TASK TO CARRY OUT: Using the data that follows, report how many lines include "processes"; output no other text.

SOURCE DATA:
○ ○ ○

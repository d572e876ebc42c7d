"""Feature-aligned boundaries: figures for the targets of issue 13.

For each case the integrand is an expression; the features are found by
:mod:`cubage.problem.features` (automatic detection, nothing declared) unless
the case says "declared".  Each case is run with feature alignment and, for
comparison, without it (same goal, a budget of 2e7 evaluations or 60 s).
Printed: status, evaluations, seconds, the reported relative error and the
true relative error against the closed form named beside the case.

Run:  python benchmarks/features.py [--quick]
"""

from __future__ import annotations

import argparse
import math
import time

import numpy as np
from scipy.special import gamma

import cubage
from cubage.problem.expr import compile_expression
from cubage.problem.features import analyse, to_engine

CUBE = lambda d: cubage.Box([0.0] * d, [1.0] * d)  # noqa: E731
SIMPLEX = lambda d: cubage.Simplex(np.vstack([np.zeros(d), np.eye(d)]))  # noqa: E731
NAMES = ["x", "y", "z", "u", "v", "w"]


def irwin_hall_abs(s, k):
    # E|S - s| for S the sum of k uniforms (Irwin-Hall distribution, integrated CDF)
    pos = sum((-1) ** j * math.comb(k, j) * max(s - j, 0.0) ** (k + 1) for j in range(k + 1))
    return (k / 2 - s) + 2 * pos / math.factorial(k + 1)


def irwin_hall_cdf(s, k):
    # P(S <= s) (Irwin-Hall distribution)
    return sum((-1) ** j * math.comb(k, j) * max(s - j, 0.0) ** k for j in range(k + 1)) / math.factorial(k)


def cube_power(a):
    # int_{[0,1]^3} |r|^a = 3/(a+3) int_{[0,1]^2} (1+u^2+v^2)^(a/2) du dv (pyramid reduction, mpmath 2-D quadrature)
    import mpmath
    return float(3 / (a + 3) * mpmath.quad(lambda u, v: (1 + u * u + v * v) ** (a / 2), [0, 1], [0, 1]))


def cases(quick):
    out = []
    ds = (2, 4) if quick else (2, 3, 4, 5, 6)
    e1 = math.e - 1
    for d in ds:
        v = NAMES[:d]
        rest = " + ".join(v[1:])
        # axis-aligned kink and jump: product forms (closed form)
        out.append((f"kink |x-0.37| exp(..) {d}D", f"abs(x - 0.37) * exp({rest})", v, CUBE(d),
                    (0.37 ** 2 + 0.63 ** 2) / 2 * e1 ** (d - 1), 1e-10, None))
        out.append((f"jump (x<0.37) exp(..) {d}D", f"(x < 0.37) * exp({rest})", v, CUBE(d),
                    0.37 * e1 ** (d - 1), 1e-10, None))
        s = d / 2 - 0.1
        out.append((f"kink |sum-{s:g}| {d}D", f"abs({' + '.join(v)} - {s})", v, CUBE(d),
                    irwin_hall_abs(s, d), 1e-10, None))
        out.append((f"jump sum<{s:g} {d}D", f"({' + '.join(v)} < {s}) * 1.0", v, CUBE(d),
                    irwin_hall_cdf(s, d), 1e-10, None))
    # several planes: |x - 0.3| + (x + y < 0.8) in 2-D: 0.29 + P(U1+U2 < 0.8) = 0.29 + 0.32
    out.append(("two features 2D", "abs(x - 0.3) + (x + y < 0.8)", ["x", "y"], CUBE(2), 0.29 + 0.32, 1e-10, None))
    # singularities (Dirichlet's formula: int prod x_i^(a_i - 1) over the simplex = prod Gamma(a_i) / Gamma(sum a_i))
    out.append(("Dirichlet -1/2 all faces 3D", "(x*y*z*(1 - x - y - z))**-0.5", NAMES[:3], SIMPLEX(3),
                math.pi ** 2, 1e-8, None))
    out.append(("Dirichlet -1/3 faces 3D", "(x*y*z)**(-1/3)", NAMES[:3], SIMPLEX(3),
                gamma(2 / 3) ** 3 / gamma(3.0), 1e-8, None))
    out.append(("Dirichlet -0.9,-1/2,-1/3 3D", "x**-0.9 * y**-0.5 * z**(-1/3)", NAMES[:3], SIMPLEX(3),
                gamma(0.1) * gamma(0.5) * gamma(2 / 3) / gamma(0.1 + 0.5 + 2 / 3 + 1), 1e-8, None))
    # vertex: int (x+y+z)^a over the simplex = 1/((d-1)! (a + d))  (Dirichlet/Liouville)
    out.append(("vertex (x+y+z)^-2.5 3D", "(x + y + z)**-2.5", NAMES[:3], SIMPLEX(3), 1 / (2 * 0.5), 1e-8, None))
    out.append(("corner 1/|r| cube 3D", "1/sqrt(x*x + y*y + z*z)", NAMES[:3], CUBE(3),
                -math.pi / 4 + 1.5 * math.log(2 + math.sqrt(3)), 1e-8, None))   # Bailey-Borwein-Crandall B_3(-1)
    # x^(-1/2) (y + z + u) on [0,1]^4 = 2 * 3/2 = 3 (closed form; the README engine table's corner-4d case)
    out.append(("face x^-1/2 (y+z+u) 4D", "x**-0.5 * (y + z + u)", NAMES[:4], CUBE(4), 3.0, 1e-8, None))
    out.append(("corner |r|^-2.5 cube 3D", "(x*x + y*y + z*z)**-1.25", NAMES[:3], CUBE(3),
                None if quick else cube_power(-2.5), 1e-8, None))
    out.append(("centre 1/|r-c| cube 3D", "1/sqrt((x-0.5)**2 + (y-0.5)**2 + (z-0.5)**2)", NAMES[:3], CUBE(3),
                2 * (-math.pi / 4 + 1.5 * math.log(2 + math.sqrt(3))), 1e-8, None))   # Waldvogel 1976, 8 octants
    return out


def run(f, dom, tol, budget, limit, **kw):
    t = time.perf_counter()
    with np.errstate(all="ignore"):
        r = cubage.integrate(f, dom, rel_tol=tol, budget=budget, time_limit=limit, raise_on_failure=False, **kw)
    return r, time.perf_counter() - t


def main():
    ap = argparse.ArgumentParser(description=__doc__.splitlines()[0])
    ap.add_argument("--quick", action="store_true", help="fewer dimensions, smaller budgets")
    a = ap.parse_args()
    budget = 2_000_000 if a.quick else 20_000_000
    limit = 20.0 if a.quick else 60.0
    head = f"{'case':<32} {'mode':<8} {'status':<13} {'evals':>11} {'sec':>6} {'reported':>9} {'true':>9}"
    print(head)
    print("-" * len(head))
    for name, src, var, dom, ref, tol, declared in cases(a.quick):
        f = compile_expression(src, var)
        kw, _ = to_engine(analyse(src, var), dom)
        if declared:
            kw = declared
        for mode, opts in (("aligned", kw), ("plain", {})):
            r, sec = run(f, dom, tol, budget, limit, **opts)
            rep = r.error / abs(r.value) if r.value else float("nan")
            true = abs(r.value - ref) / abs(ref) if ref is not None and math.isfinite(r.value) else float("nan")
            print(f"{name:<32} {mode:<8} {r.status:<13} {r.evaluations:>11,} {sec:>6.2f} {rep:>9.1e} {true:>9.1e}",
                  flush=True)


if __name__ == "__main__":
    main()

○ ○ ○

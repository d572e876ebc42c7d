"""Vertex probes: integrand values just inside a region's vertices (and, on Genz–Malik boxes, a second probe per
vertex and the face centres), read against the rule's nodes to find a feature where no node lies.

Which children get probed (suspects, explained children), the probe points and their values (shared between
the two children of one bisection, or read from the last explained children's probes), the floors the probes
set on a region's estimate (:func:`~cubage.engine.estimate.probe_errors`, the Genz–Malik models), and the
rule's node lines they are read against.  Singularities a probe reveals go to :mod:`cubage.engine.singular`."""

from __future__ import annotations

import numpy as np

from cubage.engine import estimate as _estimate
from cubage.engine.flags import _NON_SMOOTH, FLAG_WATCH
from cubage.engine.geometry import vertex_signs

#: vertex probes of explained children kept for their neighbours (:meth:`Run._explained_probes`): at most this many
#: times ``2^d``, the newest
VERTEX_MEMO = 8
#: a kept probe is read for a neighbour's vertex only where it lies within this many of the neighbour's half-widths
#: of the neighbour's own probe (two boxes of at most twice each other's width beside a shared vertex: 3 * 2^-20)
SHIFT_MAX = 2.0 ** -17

○ ○ ○

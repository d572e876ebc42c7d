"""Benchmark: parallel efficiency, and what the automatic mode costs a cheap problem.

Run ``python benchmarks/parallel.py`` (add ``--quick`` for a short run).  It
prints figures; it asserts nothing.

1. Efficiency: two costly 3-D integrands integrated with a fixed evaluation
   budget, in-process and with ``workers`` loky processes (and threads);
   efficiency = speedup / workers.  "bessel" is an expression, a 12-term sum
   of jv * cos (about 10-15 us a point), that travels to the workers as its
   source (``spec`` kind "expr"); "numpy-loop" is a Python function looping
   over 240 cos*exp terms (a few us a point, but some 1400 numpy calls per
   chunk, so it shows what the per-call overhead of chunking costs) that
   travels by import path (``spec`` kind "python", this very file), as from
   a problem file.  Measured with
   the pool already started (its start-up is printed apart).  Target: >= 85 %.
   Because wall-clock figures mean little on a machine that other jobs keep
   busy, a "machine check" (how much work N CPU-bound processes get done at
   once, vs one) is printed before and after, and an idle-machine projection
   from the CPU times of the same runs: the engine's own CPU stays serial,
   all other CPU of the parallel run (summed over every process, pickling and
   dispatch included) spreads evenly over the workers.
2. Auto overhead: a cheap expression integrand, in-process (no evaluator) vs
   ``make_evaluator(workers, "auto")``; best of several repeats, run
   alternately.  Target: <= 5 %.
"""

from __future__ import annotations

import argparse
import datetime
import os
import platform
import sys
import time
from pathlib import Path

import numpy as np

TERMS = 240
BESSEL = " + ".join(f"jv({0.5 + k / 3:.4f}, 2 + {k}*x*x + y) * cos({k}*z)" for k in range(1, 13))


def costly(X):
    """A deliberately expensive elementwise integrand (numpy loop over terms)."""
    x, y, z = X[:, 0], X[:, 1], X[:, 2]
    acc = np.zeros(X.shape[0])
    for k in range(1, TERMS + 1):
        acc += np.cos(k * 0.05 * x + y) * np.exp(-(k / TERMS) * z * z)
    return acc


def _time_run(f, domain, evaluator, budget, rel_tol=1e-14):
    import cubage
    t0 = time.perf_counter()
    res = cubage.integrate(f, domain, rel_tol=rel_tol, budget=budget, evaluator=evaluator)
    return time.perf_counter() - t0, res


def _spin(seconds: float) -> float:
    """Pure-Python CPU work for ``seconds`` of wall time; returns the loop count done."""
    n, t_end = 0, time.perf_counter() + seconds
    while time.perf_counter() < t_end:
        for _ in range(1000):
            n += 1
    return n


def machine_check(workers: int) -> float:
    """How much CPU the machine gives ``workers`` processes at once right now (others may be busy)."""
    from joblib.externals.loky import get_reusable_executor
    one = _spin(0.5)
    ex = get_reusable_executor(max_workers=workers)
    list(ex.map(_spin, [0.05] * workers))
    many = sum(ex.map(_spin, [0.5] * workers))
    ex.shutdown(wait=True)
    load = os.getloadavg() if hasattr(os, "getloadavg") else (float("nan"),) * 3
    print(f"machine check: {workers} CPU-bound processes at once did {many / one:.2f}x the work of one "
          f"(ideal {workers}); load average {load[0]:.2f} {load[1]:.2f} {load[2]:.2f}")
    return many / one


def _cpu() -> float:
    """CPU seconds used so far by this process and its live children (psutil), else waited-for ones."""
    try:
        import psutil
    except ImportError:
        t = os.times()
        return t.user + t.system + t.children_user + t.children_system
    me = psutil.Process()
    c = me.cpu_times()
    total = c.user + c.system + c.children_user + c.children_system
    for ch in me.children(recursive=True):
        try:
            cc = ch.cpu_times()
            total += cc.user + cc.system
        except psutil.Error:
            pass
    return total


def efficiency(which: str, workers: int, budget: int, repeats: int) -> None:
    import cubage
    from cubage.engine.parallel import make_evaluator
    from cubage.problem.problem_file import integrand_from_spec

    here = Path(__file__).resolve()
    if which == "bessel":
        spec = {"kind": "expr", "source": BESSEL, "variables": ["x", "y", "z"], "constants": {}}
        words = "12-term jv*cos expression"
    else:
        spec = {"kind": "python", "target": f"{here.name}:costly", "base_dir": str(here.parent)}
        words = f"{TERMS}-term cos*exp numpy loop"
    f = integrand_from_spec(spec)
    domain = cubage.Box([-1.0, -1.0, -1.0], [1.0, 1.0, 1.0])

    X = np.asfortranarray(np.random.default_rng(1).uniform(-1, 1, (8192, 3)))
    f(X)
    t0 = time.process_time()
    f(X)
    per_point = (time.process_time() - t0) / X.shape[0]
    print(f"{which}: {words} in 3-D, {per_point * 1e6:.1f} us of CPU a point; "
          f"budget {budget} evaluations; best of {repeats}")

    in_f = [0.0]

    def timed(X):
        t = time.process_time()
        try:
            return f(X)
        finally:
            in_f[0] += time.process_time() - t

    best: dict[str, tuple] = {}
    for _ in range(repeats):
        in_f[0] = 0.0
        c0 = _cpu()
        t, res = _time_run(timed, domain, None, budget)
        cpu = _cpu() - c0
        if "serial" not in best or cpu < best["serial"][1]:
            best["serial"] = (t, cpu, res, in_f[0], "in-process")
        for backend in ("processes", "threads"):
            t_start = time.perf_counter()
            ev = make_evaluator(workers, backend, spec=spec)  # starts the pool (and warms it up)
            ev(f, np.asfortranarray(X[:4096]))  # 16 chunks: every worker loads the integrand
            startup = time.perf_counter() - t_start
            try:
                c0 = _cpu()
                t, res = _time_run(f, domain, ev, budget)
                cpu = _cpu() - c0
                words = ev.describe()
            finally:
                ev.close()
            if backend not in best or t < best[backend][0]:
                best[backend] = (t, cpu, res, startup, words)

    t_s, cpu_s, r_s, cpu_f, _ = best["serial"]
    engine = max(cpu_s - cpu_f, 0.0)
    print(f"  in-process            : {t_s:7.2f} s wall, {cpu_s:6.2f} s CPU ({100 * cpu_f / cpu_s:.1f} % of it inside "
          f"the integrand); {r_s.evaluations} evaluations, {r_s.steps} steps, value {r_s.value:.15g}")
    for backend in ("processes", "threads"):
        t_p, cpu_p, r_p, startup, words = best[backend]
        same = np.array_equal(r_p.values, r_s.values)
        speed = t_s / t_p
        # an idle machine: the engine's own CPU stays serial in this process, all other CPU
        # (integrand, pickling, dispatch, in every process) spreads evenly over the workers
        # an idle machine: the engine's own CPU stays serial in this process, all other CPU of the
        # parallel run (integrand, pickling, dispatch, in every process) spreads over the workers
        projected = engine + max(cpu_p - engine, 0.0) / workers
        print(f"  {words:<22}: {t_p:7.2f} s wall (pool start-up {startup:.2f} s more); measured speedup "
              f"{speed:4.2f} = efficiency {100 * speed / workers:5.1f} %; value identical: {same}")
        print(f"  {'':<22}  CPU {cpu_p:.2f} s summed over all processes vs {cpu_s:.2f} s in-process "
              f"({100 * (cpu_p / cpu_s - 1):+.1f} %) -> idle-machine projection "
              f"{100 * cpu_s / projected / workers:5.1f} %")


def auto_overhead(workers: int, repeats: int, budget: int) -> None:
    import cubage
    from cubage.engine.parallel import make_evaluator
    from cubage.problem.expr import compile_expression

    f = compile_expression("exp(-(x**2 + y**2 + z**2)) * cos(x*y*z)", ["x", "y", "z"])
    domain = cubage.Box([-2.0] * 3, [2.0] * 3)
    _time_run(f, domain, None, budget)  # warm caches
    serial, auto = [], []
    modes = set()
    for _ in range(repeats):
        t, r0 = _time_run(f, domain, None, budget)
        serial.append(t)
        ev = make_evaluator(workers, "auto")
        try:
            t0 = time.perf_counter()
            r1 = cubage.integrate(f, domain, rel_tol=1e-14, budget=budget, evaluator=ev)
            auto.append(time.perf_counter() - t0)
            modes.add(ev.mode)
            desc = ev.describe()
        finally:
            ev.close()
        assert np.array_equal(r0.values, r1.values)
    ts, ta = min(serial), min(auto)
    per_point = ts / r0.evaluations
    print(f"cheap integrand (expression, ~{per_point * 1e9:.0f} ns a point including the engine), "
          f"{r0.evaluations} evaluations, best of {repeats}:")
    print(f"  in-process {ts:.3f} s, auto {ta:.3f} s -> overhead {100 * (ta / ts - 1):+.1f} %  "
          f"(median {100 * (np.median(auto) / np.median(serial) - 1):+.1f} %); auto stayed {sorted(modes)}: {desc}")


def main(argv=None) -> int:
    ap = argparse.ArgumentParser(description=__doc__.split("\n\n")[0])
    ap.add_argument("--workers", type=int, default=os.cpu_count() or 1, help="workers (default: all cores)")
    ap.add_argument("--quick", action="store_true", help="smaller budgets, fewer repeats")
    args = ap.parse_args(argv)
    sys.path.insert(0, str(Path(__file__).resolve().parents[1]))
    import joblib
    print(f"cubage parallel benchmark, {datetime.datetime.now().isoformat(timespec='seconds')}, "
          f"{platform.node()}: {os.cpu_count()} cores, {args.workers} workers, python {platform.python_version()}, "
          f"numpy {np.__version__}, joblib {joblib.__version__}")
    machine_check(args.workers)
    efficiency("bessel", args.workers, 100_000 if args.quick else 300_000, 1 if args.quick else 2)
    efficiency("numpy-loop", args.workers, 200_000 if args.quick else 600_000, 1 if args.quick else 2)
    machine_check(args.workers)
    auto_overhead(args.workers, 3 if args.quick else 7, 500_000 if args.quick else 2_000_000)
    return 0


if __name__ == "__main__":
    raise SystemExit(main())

○ ○ ○

REPLY TO THE TASK: 7